A week and a half later, the Astros essentially finished off the Cardinals’ season in a weekend sweep, outscoring the Cardinals 20-6 in the three games. They’d go 9-3 the rest of the way, but it wasn’t enough to erase a 5.5 game deficit. It ended with a whimper, three games back of Chicago and two back of Houston.
The offense was the biggest strength in 2003. The Cardinals bludgeoned opposing pitchers. Their 114 non-pitcher wRC+ was fourth in all of baseball. They scored the fifth most runs and hit the seventh most homeruns. It was also a well-balanced lineup, running up the seventh best DEF (Defensive Runs Above Average) and fifth best BsR (baserunning runs).

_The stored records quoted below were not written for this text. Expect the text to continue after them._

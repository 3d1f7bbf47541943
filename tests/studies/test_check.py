"""Tests of tsunamifocus.studies.check (the comparison of the ray screening with the wave solver).

Outside references: long-wave speed c = sqrt(g h) (Lamb 1932, Hydrodynamics, section 170) for
the default simulated duration; scipy.stats for the rank agreement reported by the check.
"""

from __future__ import annotations

import math

import numpy as np
import pandas as pd
import pytest
from scipy import stats

from tsunamifocus.constants import GRAVITY
from tsunamifocus.focusing.agreement import compare_rankings, topk_mask
from tsunamifocus.grid import make_grid
from tsunamifocus.studies.check import default_check_duration_s


def test_default_duration_is_one_and_a_half_crossings_of_the_grid_diagonal():
    """On constant depth: 1.5 x grid diagonal / sqrt(g h)."""
    dx = 1000.0
    depth = make_grid(np.full((60, 80), 2500.0), dx * np.arange(80), dx * np.arange(60), "EPSG:32633")
    t = default_check_duration_s(depth)
    diag = math.hypot(79 * dx, 59 * dx)
    expected = 1.5 * diag / math.sqrt(GRAVITY * 2500.0)
    assert t == pytest.approx(expected, rel=0.03)  # the grid extent may count whole cells


def test_rank_agreement_matches_scipy_and_top_k_sets():
    """The agreement figures equal scipy's spearmanr / kendalltau; top-k overlap counts shared members."""
    rng = np.random.default_rng(5)
    ray = pd.Series(rng.lognormal(0, 0.6, 30), index=[f"S{i:04d}" for i in range(30)])
    wave = ray * rng.lognormal(0, 0.3, 30)
    wave.iloc[3] = np.nan
    ag = compare_rankings(ray, wave, k=5)
    ok = np.isfinite(wave.to_numpy())
    assert ag["n"] == 29
    assert ag["spearman"] == pytest.approx(stats.spearmanr(ray[ok], wave[ok]).statistic)
    assert ag["kendall"] == pytest.approx(stats.kendalltau(ray[ok], wave[ok]).statistic)
    a, b = ray[ok].to_numpy(), wave[ok].to_numpy()
    top_a = set(np.argsort(-a)[:5].tolist())
    top_b = set(np.argsort(-b)[:5].tolist())
    assert ag["topk_common"] == len(top_a & top_b)


def test_topk_mask_ties_and_nan():
    """Ties go to the earlier item, NaN never enters the top set (same rule as pandas rank(method='first'))."""
    v = np.array([3.0, np.nan, 5.0, 3.0, 1.0])
    np.testing.assert_array_equal(topk_mask(v, 2), [True, False, True, False, False])
    r = pd.Series(v).rank(ascending=False, method="first", na_option="bottom").to_numpy()
    for k in range(1, 6):
        np.testing.assert_array_equal(topk_mask(v, k), (r <= k) & np.isfinite(v))


def test_lensing_check_compares_energy_ratios_of_the_two_wave_runs():
    """The wave lensing factor is (A_real / A_reference)^2: identical oceans give exactly 1 (identity), and
    a shoal in front of part of a straight coast raises it there and only there (a long-wave lens focuses
    behind it; Lamb 1932, section 170: c = sqrt(g h) is slower over the shoal)."""
    from shapely.geometry import LineString

    from tsunamifocus.coast.segments import segment_coastline
    from tsunamifocus.studies.check import compare_with_waves

    dx = 2000.0
    x = np.arange(0.0, 300e3 + 1, dx)
    y = np.arange(0.0, 400e3 + 1, dx)
    X, Y = np.meshgrid(x, y)
    flat = np.where(X < 280e3, 3000.0, -5.0)
    shoal = flat - np.where(X < 280e3, 2000.0 * np.exp(-((X - 150e3) ** 2 + (Y - 200e3) ** 2) / (2 * 25e3**2)), 0.0)
    ref = make_grid(flat, x, y, "EPSG:32633")
    real = make_grid(shoal, x, y, "EPSG:32633")
    # a plane wave launched as a 20 km wide ridge of water along the western edge
    eta = make_grid(np.exp(-((X - 30e3) ** 2) / (2 * 10e3**2)), x, y, "EPSG:32633")
    seg = segment_coastline([LineString([(279e3, 40e3), (279e3, 360e3)])], 20e3, real)
    seg["amp_stop_m"] = 1.0 + np.arange(len(seg))  # arbitrary ray values: only the wave side is checked
    seg["lensing_factor"] = 1.0 + np.arange(len(seg))
    same = compare_with_waves(ref, eta, seg, reference_depth=ref, duration_s=1800.0, k=3, threads=1)
    np.testing.assert_allclose(same.table["wave_lensing"], 1.0, rtol=1e-12)
    chk = compare_with_waves(real, eta, seg, reference_depth=ref, duration_s=1800.0, k=3, threads=1)
    wl = chk.table["wave_lensing"].to_numpy()
    middle = np.abs(seg["y_mid"].to_numpy() - 200e3) < 30e3
    far = np.abs(seg["y_mid"].to_numpy() - 200e3) > 120e3
    assert wl[middle].min() > 1.3 and np.all(np.abs(wl[far] - 1.0) < 0.15)
    assert set(chk.agreement["lensing"]) >= {"spearman", "kendall", "topk_common", "k", "n"}
    assert chk.agreement["lensing"]["n"] == len(seg)
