"""Tests of tsunamifocus.source.sweep: ruptures placed along a trench line."""

from __future__ import annotations

import numpy as np
import pytest
from pyproj import Geod

from tsunamifocus.io.sourceset import SweepConfig
from tsunamifocus.source.faults import strasser2010_interface
from tsunamifocus.source.sweep import line_positions, sweep_sources

GEOD = Geod(ellps="WGS84")
LINE = ((150.0, -40.0), (150.0, -35.0), (151.0, -31.0))


def sweep(**kw):
    args = dict(name="t", trace=LINE, spacing_km=100.0, magnitudes=(8.0, 8.6), magnitude_weights=(3.0, 1.0),
                dip_deg=(10.0, 20.0), top_depth_km=6.0, rake_deg=90.0, weight=2.0)
    args.update(kw)
    return SweepConfig(**args)


def test_positions_follow_the_line_geodesically():
    d1 = GEOD.inv(*LINE[0], *LINE[1])[2] / 1e3
    pts = line_positions(LINE, np.array([0.0, 100.0, d1 + 50.0]))
    # distances from the first point along a meridian: pyproj's geodesic inverse (reference library)
    assert GEOD.inv(*LINE[0], pts[1][0], pts[1][1])[2] / 1e3 == pytest.approx(100.0, rel=1e-9)
    assert pts[0][3] == 0 and pts[2][3] == 1  # piece of the line holding each point
    assert GEOD.inv(*LINE[1], pts[2][0], pts[2][1])[2] / 1e3 == pytest.approx(50.0, rel=1e-9)
    assert pts[0][2] == pytest.approx(0.0, abs=1e-6)  # due north along the meridian


def test_ruptures_have_the_scaling_length_width_and_spacing():
    members = sweep_sources(sweep())
    total = sum(GEOD.inv(*a, *b)[2] for a, b in zip(LINE, LINE[1:])) / 1e3
    for mw, mw_w in ((8.0, 3.0), (8.6, 1.0)):
        L, W = strasser2010_interface(mw)  # Strasser et al. (2010) interface relation
        ms = [m for m in members if m.source.segments[0].magnitude == mw]
        # centres at L/2, L/2 + s, ... while the rupture stays on the line
        assert len(ms) == int(np.floor((total - L) / 100.0)) + 1
        for m in ms:
            seg = m.source.segments[0]
            assert GEOD.inv(*seg.trace[0], *seg.trace[1])[2] / 1e3 == pytest.approx(L, rel=1e-6)
            assert seg.width_km == pytest.approx(W)
            assert m.weight == pytest.approx(2.0 * mw_w)
        mids = [GEOD.npts(*m.source.segments[0].trace[0], *m.source.segments[0].trace[1], 1)[0] for m in ms]
        # consecutive centres on the first (straight) piece are one spacing apart
        on_first = [p for p in mids if p[1] < -35.0 - 1e-6]
        if len(on_first) >= 2:
            assert GEOD.inv(*on_first[0], *on_first[1])[2] / 1e3 == pytest.approx(100.0, rel=1e-3)


def test_dip_per_piece_and_long_ruptures():
    members = sweep_sources(sweep(magnitudes=(8.0,), magnitude_weights=(1.0,)))
    dips = {m.source.segments[0].dip_deg for m in members}
    assert dips == {10.0, 20.0}
    short = ((150.0, -40.0), (150.0, -39.0))  # 111 km, shorter than a Mw 9 rupture (~600 km)
    one = sweep_sources(sweep(trace=short, magnitudes=(9.0,), magnitude_weights=(1.0,), dip_deg=(12.0,)))
    assert len(one) == 1
    mid = GEOD.npts(*one[0].source.segments[0].trace[0], *one[0].source.segments[0].trace[1], 1)[0]
    assert mid[1] == pytest.approx(-39.5, abs=0.01)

The lineup was anchored by two-way superstars all over the diamond. Scott Rolen (6.2 fWAR), Jim Edmonds (6.3), and Edgar Renteria (6.3) were monsters at the plate and in the field. The best of the lot was Albert Pujols, who smashed his way to a 9.5 fWAR at age 23. Nagging injuries had limited rightfielder J.D. Drew to just 328 plate appearances, but he still collected 2.7 fWAR. Pujols, Edmonds, Rolen, Renteria, and Drew made for a glorious core.
The front of the rotation was solid thanks to Matt Morris and Woody Williams. Despite his 2003 injuries, Jason Isringhausen was still a force closing out games. Cal Eldred and Steve Kline provided decent options in front of Isringhausen. Kiko Calero, an exile from the Royals following 2002, established himself as a fine right-handed setup man in 2003.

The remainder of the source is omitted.